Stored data
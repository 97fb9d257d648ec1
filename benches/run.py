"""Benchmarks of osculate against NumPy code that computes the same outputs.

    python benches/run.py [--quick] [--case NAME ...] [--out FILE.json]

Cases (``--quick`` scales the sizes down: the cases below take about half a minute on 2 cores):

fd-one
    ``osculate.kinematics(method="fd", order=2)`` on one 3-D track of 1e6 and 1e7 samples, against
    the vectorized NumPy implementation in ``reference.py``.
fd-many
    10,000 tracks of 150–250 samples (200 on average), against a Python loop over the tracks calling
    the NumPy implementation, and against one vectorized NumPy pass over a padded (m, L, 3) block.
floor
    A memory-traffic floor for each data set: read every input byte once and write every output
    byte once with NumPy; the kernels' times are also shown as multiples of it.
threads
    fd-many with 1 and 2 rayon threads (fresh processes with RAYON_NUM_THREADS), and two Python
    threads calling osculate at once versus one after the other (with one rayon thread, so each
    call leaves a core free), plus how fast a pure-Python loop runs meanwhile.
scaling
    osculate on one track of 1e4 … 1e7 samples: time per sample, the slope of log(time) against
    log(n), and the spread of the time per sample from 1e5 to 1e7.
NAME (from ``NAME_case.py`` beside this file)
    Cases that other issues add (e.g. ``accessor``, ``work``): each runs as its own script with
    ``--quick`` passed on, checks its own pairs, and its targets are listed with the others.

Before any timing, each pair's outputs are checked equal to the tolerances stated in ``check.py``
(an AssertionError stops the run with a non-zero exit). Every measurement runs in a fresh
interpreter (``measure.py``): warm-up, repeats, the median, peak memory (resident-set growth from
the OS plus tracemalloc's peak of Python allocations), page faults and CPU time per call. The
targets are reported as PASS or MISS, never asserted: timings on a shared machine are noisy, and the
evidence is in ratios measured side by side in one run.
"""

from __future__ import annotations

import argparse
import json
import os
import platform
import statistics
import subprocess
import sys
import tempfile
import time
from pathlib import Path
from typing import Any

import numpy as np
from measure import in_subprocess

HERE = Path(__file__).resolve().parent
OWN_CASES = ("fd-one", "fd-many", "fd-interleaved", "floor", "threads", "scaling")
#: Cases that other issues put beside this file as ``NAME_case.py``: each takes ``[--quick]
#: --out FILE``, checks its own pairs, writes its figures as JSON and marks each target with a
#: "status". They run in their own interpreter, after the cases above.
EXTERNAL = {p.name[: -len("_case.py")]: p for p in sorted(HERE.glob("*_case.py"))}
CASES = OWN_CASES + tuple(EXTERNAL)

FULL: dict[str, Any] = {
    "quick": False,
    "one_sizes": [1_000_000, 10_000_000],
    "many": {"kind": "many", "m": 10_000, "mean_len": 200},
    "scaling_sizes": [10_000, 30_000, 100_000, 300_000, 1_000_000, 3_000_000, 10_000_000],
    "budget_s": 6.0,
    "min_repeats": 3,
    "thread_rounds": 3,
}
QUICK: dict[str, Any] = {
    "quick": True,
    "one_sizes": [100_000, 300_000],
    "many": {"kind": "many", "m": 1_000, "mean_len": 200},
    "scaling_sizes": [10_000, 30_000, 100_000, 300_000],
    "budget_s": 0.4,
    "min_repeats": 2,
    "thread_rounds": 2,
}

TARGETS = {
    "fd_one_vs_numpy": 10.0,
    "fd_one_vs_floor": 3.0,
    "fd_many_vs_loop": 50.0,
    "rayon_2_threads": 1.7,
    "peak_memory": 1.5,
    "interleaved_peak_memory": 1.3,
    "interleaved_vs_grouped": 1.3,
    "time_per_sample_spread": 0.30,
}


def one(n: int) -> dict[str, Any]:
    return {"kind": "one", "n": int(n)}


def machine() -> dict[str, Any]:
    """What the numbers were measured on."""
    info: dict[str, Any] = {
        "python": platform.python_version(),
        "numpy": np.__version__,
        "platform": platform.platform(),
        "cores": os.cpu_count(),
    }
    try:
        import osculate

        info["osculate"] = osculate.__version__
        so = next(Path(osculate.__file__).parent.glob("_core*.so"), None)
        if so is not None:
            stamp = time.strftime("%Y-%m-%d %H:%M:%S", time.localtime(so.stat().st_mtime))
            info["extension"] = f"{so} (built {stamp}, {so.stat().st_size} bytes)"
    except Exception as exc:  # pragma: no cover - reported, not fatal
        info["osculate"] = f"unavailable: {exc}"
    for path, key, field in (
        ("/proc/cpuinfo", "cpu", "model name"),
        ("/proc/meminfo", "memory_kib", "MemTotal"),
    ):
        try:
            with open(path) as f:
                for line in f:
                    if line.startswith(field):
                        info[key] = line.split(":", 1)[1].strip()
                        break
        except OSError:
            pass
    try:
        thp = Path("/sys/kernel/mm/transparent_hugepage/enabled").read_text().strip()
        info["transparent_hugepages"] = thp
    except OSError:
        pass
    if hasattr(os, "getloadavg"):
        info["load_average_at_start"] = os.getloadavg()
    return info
* * *
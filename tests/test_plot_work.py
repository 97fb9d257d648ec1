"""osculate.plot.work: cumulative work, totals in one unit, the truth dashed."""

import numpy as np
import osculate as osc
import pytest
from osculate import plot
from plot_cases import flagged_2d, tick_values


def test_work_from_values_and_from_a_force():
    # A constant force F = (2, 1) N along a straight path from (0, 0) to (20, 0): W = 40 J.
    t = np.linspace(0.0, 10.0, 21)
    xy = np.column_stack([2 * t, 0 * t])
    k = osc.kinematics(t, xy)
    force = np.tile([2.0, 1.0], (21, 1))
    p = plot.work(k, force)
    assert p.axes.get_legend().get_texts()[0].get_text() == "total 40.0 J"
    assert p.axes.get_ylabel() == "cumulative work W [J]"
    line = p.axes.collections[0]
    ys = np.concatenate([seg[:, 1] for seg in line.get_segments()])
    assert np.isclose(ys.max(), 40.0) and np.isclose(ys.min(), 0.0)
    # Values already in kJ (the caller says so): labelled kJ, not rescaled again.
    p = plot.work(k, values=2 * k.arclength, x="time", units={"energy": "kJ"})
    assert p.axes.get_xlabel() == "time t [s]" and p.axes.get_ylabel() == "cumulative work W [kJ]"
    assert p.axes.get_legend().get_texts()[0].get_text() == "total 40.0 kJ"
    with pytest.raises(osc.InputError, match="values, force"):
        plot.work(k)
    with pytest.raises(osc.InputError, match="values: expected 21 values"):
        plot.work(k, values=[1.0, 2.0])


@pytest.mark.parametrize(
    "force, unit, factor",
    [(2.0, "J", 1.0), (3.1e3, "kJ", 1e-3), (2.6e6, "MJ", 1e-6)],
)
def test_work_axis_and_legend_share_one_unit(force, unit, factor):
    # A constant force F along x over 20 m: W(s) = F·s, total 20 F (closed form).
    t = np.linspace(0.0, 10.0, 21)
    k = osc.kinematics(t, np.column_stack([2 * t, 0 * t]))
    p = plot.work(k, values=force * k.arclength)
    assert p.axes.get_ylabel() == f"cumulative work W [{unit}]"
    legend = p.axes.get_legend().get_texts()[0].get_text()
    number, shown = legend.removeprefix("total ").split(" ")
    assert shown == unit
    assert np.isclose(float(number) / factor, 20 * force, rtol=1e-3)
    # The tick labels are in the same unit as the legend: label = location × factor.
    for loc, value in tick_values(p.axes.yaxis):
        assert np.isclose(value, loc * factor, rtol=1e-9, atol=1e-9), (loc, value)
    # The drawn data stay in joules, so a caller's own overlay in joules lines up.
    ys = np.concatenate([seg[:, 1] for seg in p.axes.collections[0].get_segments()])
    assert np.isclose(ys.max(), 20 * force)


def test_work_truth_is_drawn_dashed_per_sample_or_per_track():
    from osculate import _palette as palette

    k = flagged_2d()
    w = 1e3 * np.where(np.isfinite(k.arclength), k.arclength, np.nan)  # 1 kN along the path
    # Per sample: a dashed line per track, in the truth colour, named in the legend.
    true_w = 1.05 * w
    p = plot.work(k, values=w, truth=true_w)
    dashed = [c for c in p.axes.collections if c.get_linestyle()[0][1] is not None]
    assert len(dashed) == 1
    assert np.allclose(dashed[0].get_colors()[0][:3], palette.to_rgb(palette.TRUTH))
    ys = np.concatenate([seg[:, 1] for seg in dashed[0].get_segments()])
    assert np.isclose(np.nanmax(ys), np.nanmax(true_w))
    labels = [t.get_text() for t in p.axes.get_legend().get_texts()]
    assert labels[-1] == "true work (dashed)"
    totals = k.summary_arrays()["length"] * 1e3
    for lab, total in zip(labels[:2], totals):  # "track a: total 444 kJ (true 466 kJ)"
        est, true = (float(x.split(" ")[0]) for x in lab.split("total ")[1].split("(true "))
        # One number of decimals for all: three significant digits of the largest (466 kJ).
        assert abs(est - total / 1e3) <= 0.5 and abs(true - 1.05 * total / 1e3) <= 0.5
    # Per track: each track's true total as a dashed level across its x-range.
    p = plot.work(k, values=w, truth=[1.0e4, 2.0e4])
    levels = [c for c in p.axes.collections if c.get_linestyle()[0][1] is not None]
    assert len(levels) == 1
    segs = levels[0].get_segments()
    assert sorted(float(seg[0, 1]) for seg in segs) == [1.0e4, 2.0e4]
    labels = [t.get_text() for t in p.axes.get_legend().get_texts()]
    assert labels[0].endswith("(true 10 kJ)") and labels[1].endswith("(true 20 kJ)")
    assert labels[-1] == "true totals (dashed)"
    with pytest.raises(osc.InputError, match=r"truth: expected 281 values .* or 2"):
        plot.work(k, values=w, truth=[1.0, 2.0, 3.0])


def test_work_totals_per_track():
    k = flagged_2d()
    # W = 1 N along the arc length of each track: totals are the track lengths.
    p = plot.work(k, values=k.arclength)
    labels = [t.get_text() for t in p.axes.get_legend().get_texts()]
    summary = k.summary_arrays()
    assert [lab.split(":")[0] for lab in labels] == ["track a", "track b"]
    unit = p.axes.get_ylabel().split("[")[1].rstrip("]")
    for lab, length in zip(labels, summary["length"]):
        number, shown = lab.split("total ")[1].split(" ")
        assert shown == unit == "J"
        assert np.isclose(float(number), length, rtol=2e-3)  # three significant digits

Try it: Find "field" in the data above. Report each line where it appears.

Result for this task:
    for path, key, field in (
                    if line.startswith(field):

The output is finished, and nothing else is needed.